Conclusions and final guidelines for training set optimization

In this work, we have been able to identify the most promising strategies for optimizing the training set size and composition and have obtained new insights into the factors that influence the optimization process. Our results suggest that, when heritability is low, the advantage of targeted over untargeted optimization increases (Figure S24), and that selecting a diverse training set is a good strategy to deal with structured populations, as evidenced by the good performance of Avg_GRM_self when population structure was high. Furthermore, the varying performance of the optimization methods for the different traits within a given dataset (Table 2) shows that there is an impact of trait architecture on training set optimization, although we were not able to identify the underlying mechanisms. Finally, we found that the GS model used did not have a noticeable effect on the performance of training set optimization. For modeling, we recommend testing at least one linear and one nonlinear model for each dataset.

The main benchmark guidelines from this study are:

  • The choice of a GS model did not have an impact on prediction accuracies when compared to the variation in prediction accuracies caused by the different training populations.

  • The relationship between individuals within the training set seems to play a more important role than the relationship between the training set and the test set on the optimization, i.e, minimizing the relationship between individuals in the training set was more reliable than maximizing the relationship between the training set and the test set, although ideally a balance of the two should be reached.

  • Optimization of training set size:

    • The optimal training set size depends on the breeding resources budget, but a training set size that covers 50-55% of the total candidate population in the targeted scenario and 65-85% in untargeted will result in an accuracy loss of less than 5% in almost all situations.

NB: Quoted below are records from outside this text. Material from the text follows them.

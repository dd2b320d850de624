package server

import (
	"slices"
	"strings"

	"tripwell/store"
)

// roundPart is a short list of stops with why they are listed.
type roundPart struct {
	Name string
	Rows []stopRow
}

// stopGroup is a room with its stops.
type stopGroup struct {
	Place string
	Rows  []stopRow
}

type stopRow struct {
	Href, Spot, Tag, Task, Where string
	State                        mark
	EntryHref, Said              string
}

// stopRows fills the list of a round, by room, and the places where somebody must be told first.
func (s *Server) stopRows(v *store.View, r store.Round, site store.Site, view *roundPage) ([]stopRow, error) {
	k, today := s.ink(), s.today(site)
	var rows []stopRow
	var tell telling
	for _, stop := range r.Stops {
		d, err := v.Device(stop.Device, today)
		if err != nil && !isRefusal(err) {
			return nil, err
		}
		row := stopRow{Task: k.named("task", stop.Task), Spot: k.say("office.round.unknown_device"), State: s.stopMark(stop)}
		if err == nil {
			row.Href, row.Spot, row.Tag, row.Where = "/devices/"+d.ID, s.spot(d.DeviceRow), k.tag(d.Tag), s.place(d.Place)
			tell.add(d.Place)
		}
		if stop.Entry != "" {
			row.EntryHref = "/entries/" + stop.Entry
			row.Said = joined(s.personName(v, stop.By), k.near(stop.Day, today))
			if stop.Paper {
				row.Said = joined(row.Said, k.say("office.round.on_paper"))
			}
		} else if stop.Reason != "" {
			row.Said = k.named("office.round.reason", stop.Reason)
		}
		rows = append(rows, row)
		if n := len(view.Groups); n == 0 || view.Groups[n-1].Place != row.Where {
			view.Groups = append(view.Groups, stopGroup{Place: row.Where})
		}
		g := &view.Groups[len(view.Groups)-1]
		g.Rows = append(g.Rows, row)
	}
	view.Tell = tell.lines(k)
	return rows, s.tellHours(v, r, view)
}

// stopMark is the verdict of a stop that was done, else its state.
func (s *Server) stopMark(stop store.RoundStop) mark {
	k := s.ink()
	switch stop.State {
	case store.StopDone:
		return k.verdict(stop.Result)
	case store.StopBack:
		return mark{"watch", k.say("office.round.stop.back")}
	}
	if stop.Retired {
		return mark{"none", k.say("office.round.stop.retired")}
	}
	return mark{"none", k.say("office.round.stop." + stop.State)}
}

// attention puts what needs somebody first: the failed, those to come back to, those passed over.
func (p *roundPage) attention(k ink, rows []stopRow) {
	for _, part := range []struct {
		name string
		is   func(stopRow) bool
	}{
		{"failed", func(r stopRow) bool { return r.State.Shape == "fail" }},
		{"back", func(r stopRow) bool { return r.State.Word == k.say("office.round.stop.back") }},
		{"passed", func(r stopRow) bool { return r.State.Word == k.say("office.round.stop.passed") }},
	} {
		var list []stopRow
		for _, r := range rows {
			if part.is(r) {
				list = append(list, r)
			}
		}
		if len(list) > 0 {
			p.Attention = append(p.Attention, roundPart{k.say("office.round.part."+part.name, "n", len(list)), list})
		}
	}
}

// telling gathers whom to tell before TEST, and when it may be pressed, place by place.
type telling struct{ list []told }

type told struct {
	who, load, from, until string
	places                 []string
}

func (t *telling) add(p store.Place) {
	if p.WhomToTell == "" && p.CriticalLoad == "" && p.TestFrom == "" {
		return
	}
	one := told{who: p.WhomToTell, load: p.CriticalLoad, from: p.TestFrom, until: p.TestUntil}
	for i := range t.list {
		if o := &t.list[i]; o.who == one.who && o.load == one.load && o.from == one.from && o.until == one.until {
			if !slices.Contains(o.places, p.Name) {
				o.places = append(o.places, p.Name)
			}
			return
		}
	}
	one.places = []string{p.Name}
	t.list = append(t.list, one)
}

func (t *telling) lines(k ink) []string {
	var out []string
	for _, o := range t.list {
		var said []string
		if o.from != "" {
			said = append(said, k.say("office.round.window", "from", o.from, "until", o.until))
		}
		if o.who != "" {
			said = append(said, k.say("office.round.tell", "who", o.who))
		}
		if o.load != "" {
			said = append(said, k.say("office.round.load", "load", o.load))
		}
		out = append(out, strings.Join(o.places, "; ")+": "+strings.Join(said, " "))
	}
	return out
}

    • If a more exact estimation of the optimal training set size is desired, we recommend using Avg_GRM_MinMax for targeted optimization and Avg_GRM_self for untargeted. For the latter, it is needed to set a target accuracy, and we recommend selecting more than 95%.

  • Optimization of training set composition:

    • Avg_GRM_self is the recommended optimization method in the untargeted scenario as it consistently showed excellent performance (Fig. 3, Table 3), and it is computationally fast (Table S53) and escalates well for datasets with high dimensionality.

    • An ideal untargeted optimization method should be able to use the genomic information without the need to specify a target population. This is shown by the superior performance of Avg_GRM_self (Fig. 3), which is the only method that complies with these requirements.

    • If test set data is available, targeted optimization is advised. Within the targeted scenario, CDmean is the most powerful method under all circumstances (Fig. 3, Table 3).

    • The addition of clustering information to targeted CDmean to account for population structure (WIClustCDmean and OvClustCDmean) does not improve its performance.

    • The most important weakness of targeted CDmean is its low speed for large datasets (Table S53). If time is a limiting factor, Avg_GRM_MinMax can be used as an alternative to CDmean, as its time requirement is substantially lower at the expense of a moderate drop in performance.

    • In summary, CDmean and Avg_GRM_self are the chosen methods for training set optimization under most circumstances.